* Work instruction *
Using the entries that follow, write out the line containing "const elapsed = (performance.now()", the line containing "if (res.status >= 300)", and every line between them, exactly and nothing else.
Input data section start
export default async function fitsLoad(): Promise<void> {
  const server = await startBenchServer();
  const { base, cookie, child } = server;
  const agent = new Agent({ keepAlive: true, maxSockets: READERS + 2 });

  let reconnects = 0;

  /**
   * One request. A GET whose kept-alive connection was closed by the server
   * just as it was reused (ECONNRESET) is sent again once on a new
   * connection, as browsers do; `reconnects` counts those.
   */
  async function call(
    method: string,
    path: string,
    body?: unknown,
  ): Promise<{ status: number; json: unknown; ms: number }> {
    try {
      return await callOnce(method, path, body);
    } catch (error) {
      if (method !== "GET" || (error as NodeJS.ErrnoException).code !== "ECONNRESET") throw error;
      reconnects++;
      return callOnce(method, path, body);
    }
  }

  async function callOnce(
    method: string,
    path: string,
    body?: unknown,
  ): Promise<{ status: number; json: unknown; ms: number }> {
    const t0 = performance.now();
    return new Promise((resolve, reject) => {
      const payload = body === undefined ? undefined : JSON.stringify(body);
      const req = request(
        `${base}${path}`,
        {
          method,
          agent,
          headers: { Cookie: cookie, ...(payload ? { "Content-Type": "application/json" } : {}) },
        },
        (res) => {
          const chunks: Buffer[] = [];
          res.on("data", (c: Buffer) => chunks.push(c));
          res.on("end", () => {
            const text = Buffer.concat(chunks).toString("utf8");
            let json: unknown = null;
            try {
              json = text ? JSON.parse(text) : null;
            } catch {
              json = text;
            }
            resolve({ status: res.statusCode ?? 0, json, ms: performance.now() - t0 });
          });
        },
      );
      req.on("error", (error: NodeJS.ErrnoException) =>
        reject(
          Object.assign(new Error(`${method} ${path}: ${error.message}`), { code: error.code }),
        ),
      );
      if (payload) req.write(payload);
      req.end();
    });
  }

  /** A GET whose answer is counted, not decoded: status, time, bytes as sent, headers. */
  function getRaw(
    path: string,
    headers: Record<string, string>,
  ): Promise<{ status: number; ms: number; bytes: Buffer; headers: Record<string, unknown> }> {
    const t0 = performance.now();
    return new Promise((resolve, reject) => {
      const req = request(
        `${base}${path}`,
        { agent, headers: { Cookie: cookie, ...headers } },
        (res) => {
          const chunks: Buffer[] = [];
          res.on("data", (c: Buffer) => chunks.push(c));
          res.on("end", () =>
            resolve({
              status: res.statusCode ?? 0,
              ms: performance.now() - t0,
              bytes: Buffer.concat(chunks),
              headers: res.headers,
            }),
          );
        },
      );
      req.on("error", (error: NodeJS.ErrnoException) => {
        if (error.code === "ECONNRESET") {
          reconnects++;
          getRaw(path, headers).then(resolve, reject);
        } else reject(error);
      });
      req.end();
    });
  }

  /** READERS concurrent readers of one path without pause, for `seconds` or until `stop()`: latencies, answers per second, statuses, bytes. */
  async function hammer(
    seconds: number,
    path: string,
    headers: Record<string, string>,
    stop: () => boolean,
  ) {
    const times: number[] = [];
    const statuses = new Map<number, number>();
    let bytes = 0;
    const cpuBefore = mainThreadCpuMs(child.pid);
    const start = performance.now();
    const until = start + seconds * 1000;
    await Promise.all(
      Array.from({ length: READERS }, async () => {
        while (performance.now() < until && !stop()) {
          const r = await getRaw(path, headers);
          times.push(r.ms);
          bytes += r.bytes.length;
          statuses.set(r.status, (statuses.get(r.status) ?? 0) + 1);
        }
      }),
    );
    const elapsed = (performance.now() - start) / 1000;
    const cpuAfter = mainThreadCpuMs(child.pid);
    const cpuPerAnswer =
      cpuBefore === null || cpuAfter === null ? null : (cpuAfter - cpuBefore) / times.length;
    return { times, perSecond: times.length / elapsed, elapsed, statuses, bytes, cpuPerAnswer };
  }

  async function must(
    method: string,
    path: string,
    body?: unknown,
  ): Promise<Record<string, unknown>> {
    const res = await call(method, path, body);
    if (res.status >= 300)
      throw new Error(
        `${method} ${path} answered ${res.status}: ${JSON.stringify(res.json).slice(0, 300)}`,
      );
    return res.json as Record<string, unknown>;
  }

  /** READERS concurrent readers alternating `first()` and GET /api/studies for `seconds` (or until `stop()`). */
  async function readFor(
    seconds: number,
    first: () => string,
    stop: (last: unknown) => boolean = () => false,
    pauseMs = 0,
  ): Promise<{ first: number[]; second: number[]; errors: number; last: unknown }> {
    const out = { first: [] as number[], second: [] as number[], errors: 0, last: null as unknown };
    const until = performance.now() + seconds * 1000;
    await Promise.all(
      Array.from({ length: READERS }, async (_, k) => {
        let turn = k % 2;
        while (performance.now() < until && !stop(out.last)) {
          const r = await call("GET", turn === 0 ? first() : "/api/studies");
          if (r.status !== 200) out.errors++;
          (turn === 0 ? out.first : out.second).push(r.ms);
          if (turn === 0) out.last = r.json;
          turn = 1 - turn;
          if (pauseMs > 0) await new Promise((resolve) => setTimeout(resolve, pauseMs));
        }
      }),
    );
    return out;
  }

  try {
    const study = await must("POST", "/api/studies", { name: "Load benchmark" });
    const studyId = study.id as string;
    const files = makeFiles();
    const t0 = performance.now();
    await uploadDataset(server, studyId, "brain", "bench_brain-table.csv", files.brain);
    await uploadDataset(server, studyId, "participants", "bench_participants.tsv", files.sheet);
    console.log(
      `uploaded ${PARTICIPANTS} participants × ${REGIONS} regions in ${((performance.now() - t0) / 1000).toFixed(1)} s`,
    );
    const model = await must("POST", `/api/studies/${studyId}/models`, {
      name: "Load",
      regionSelection: "independent-data",
      spec: {
        kind: "association",
        predictor: "accuracy",
        covariates: ["age"],
        inference: "permutation",
        resamples: RESAMPLES,
        correction: "bh",
      },
    });
    // Baseline: the same readers with no fit running.
    const idle = await readFor(3, () => `/api/studies/${studyId}/fits`);
    console.log(
      `machine: ${os.cpus().length} cores, load (1-minute average) ${os.loadavg()[0].toFixed(1)}`,
    );
    console.log(`no fit running, ${READERS} readers for 3 s:`);
    console.log(latencySummary("  GET /api/studies/:studyId/fits", idle.first));
    console.log(latencySummary("  GET /api/studies", idle.second));
    const fit = await must("POST", `/api/studies/${studyId}/fits`, { modelId: model.id });
    const fitId = fit.id as string;
    const fitStart = performance.now();
    for (;;) {
      const now = await must("GET", `/api/fits/${fitId}`);
      if (now.status === "running") break;
      if (now.status !== "queued")
        throw new Error(`the fit is ${now.status}: ${JSON.stringify(now.error)}`);
      await new Promise((r) => setTimeout(r, 50));
    }
    console.log(
      `fit: ${REGIONS} regions × ${PARTICIPANTS} participants, ${RESAMPLES.toLocaleString("en")} rearrangements (Freedman–Lane), running`,
    );
    const running = (last: unknown) =>
      last !== null && (last as { status: string }).status !== "running";
    const phases = [
      { label: `${READERS} readers, no pause, ${READ_SECONDS} s`, pause: 0 },
      {
        label: `${READERS} readers pausing ${PAUSE_MS} ms between requests (a screen polling), ${READ_SECONDS} s`,
        pause: PAUSE_MS,
      },
    ];
    for (const phase of phases) {
      const loaded = await readFor(READ_SECONDS, () => `/api/fits/${fitId}`, running, phase.pause);
      const last = loaded.last as { status: string; progress: { fraction: number } } | null;
      console.log(`${phase.label}:`);
      console.log(latencySummary("  GET /api/fits/:fitId", loaded.first));
      console.log(latencySummary("  GET /api/studies", loaded.second));
      console.log(
        latencySummary("  both (target p95 ≤ 100 ms)", [...loaded.first, ...loaded.second]),
      );
      console.log(
        `  errors: ${loaded.errors}; connections reopened: ${reconnects}; the fit was ${last?.status ?? "?"} at ${((last?.progress.fraction ?? 0) * 100).toFixed(0)} % at the end of this phase`,
      );
      if (last && last.status !== "running") break;
    }
    for (;;) {
      const now = await must("GET", `/api/fits/${fitId}`);
      if (now.status === "done") break;
      if (now.status !== "running" && now.status !== "queued")
        throw new Error(`the fit is ${now.status}: ${JSON.stringify(now.error)}`);
      await new Promise((r) => setTimeout(r, 250));
    }
    console.log(
      `fit done in ${((performance.now() - fitStart) / 1000).toFixed(1)} s (worker threads: one per core less one, at least one)`,
    );

    await must("POST", `/api/studies/${studyId}/set-asides`, {
      participant: "sub-0007",
      region: "region_001",
      reason: "Benchmark: set aside before the analysis",
    });
    const previewTimes: number[] = [];
    let n = 0;
    for (let k = 0; k < PREVIEWS; k++) {
      const r = await call("POST", `/api/fits/${fitId}/regions/region_001/preview`, {});
      if (r.status !== 200)
        throw new Error(`preview answered ${r.status}: ${JSON.stringify(r.json).slice(0, 300)}`);
      n = (r.json as { preview: { n: number } }).preview.n;
      previewTimes.push(r.ms);
    }
    console.log(`first preview (data already built by the fit): ${previewTimes[0].toFixed(1)} ms`);
    console.log(latencySummary(`preview, N = ${n} (target ≤ 100 ms)`, previewTimes));

    // The finished fit's view, read while a second fit of the same size runs.
    const gzip = { "Accept-Encoding": "gzip" };
    const view = await getRaw(`/api/fits/${fitId}`, gzip);
    if (view.status !== 200 || view.headers["content-encoding"] !== "gzip")
      throw new Error(
        `the fit view answered ${view.status} (${String(view.headers["content-encoding"])})`,
      );
    const shown = JSON.parse(gunzipSync(view.bytes).toString("utf8")) as {
      result: { regions: { region: string }[] };
    };
    const plain = await getRaw(`/api/fits/${fitId}`, {});
    const region = shown.result.regions[0].region;
    const detail = await getRaw(`/api/fits/${fitId}/regions/${region}`, gzip);
    const page = await getRaw(`/api/fits/${fitId}/regions/${region}/participants?limit=50`, gzip);
    const kB = (b: number) => `${(b / 1000).toFixed(1)} kB`;
    console.log(
      `first view, compressed: fit view ${kB(view.bytes.length)} (${kB(plain.bytes.length)} as plain JSON), first region's detail ${kB(detail.bytes.length)}, first page of 50 participants ${kB(page.bytes.length)}; together ${kB(view.bytes.length + detail.bytes.length + page.bytes.length)} (target < 100 kB)`,
    );
    const second = await must("POST", `/api/studies/${studyId}/fits`, { modelId: model.id });
    const secondId = second.id as string;
    let secondRunning = true;
    let secondFraction = 0;
    for (;;) {
      const now = await must("GET", `/api/fits/${secondId}`);
      if (now.status === "running") break;
      if (now.status !== "queued") throw new Error(`the second fit is ${now.status}`);
      await new Promise((r) => setTimeout(r, 50));
    }
    // A watcher (not counted) notes when the second fit stops running.
    const watcher = (async () => {
      while (secondRunning) {
        const now = await must("GET", `/api/fits/${secondId}`);
        secondFraction = (now.progress as { fraction: number }).fraction;
        if (now.status !== "running") secondRunning = false;
        else await new Promise((r) => setTimeout(r, 500));
      }
    })();
    console.log(
      `second fit (${RESAMPLES.toLocaleString("en")} rearrangements) running; machine load (1-minute average) ${os.loadavg()[0].toFixed(1)}; ${READERS} readers of the finished fit's view, no pause:`,
    );
    const etag = String(view.headers.etag);
    for (const phase of [
      { label: `  full answers (gzip, ${kB(view.bytes.length)} each)`, headers: gzip },
      {
        label: "  revalidations (If-None-Match → 304)",
        headers: { ...gzip, "If-None-Match": etag },
      },
    ]) {
      const loaded = await hammer(
        DONE_READ_SECONDS,
        `/api/fits/${fitId}`,
        phase.headers,
        () => !secondRunning,
      );
      console.log(latencySummary(phase.label, loaded.times));
      const statuses = [...loaded.statuses]
        .map(([status, count]) => `${count} × ${status}`)
        .join(", ");
      const cpu =
        loaded.cpuPerAnswer === null
          ? ""
          : `; server request thread ${loaded.cpuPerAnswer.toFixed(2)} ms of CPU per answer (≈ ${(1000 / loaded.cpuPerAnswer).toFixed(0)} answers/s on a core of its own)`;
      console.log(
        `    ${loaded.perSecond.toFixed(0)} requests/s over ${loaded.elapsed.toFixed(1)} s (target ≥ 500 requests/s, p95 ≤ 100 ms); ${statuses}; ${(loaded.bytes / loaded.elapsed / 1e6).toFixed(1)} MB/s${cpu}; the second fit was ${secondRunning ? "running" : "no longer running"} at ${(secondFraction * 100).toFixed(0)} %`,
      );
      if (!secondRunning) break;
    }
    secondRunning = false;
    await watcher;
  } catch (error) {
    console.log(
      `server (exit code ${child.exitCode}, signal ${child.signalCode}) output:\n${server.log().split("\n").slice(-30).join("\n")}`,
    );
    throw error;
  } finally {
    agent.destroy();
    await server.stop();
  }
}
Input data section end
* Answer for the task *
    const elapsed = (performance.now() - start) / 1000;
    const cpuAfter = mainThreadCpuMs(child.pid);
    const cpuPerAnswer =
      cpuBefore === null || cpuAfter === null ? null : (cpuAfter - cpuBefore) / times.length;
    return { times, perSecond: times.length / elapsed, elapsed, statuses, bytes, cpuPerAnswer };
  }

  async function must(
    method: string,
    path: string,
    body?: unknown,
  ): Promise<Record<string, unknown>> {
    const res = await call(method, path, body);
    if (res.status >= 300)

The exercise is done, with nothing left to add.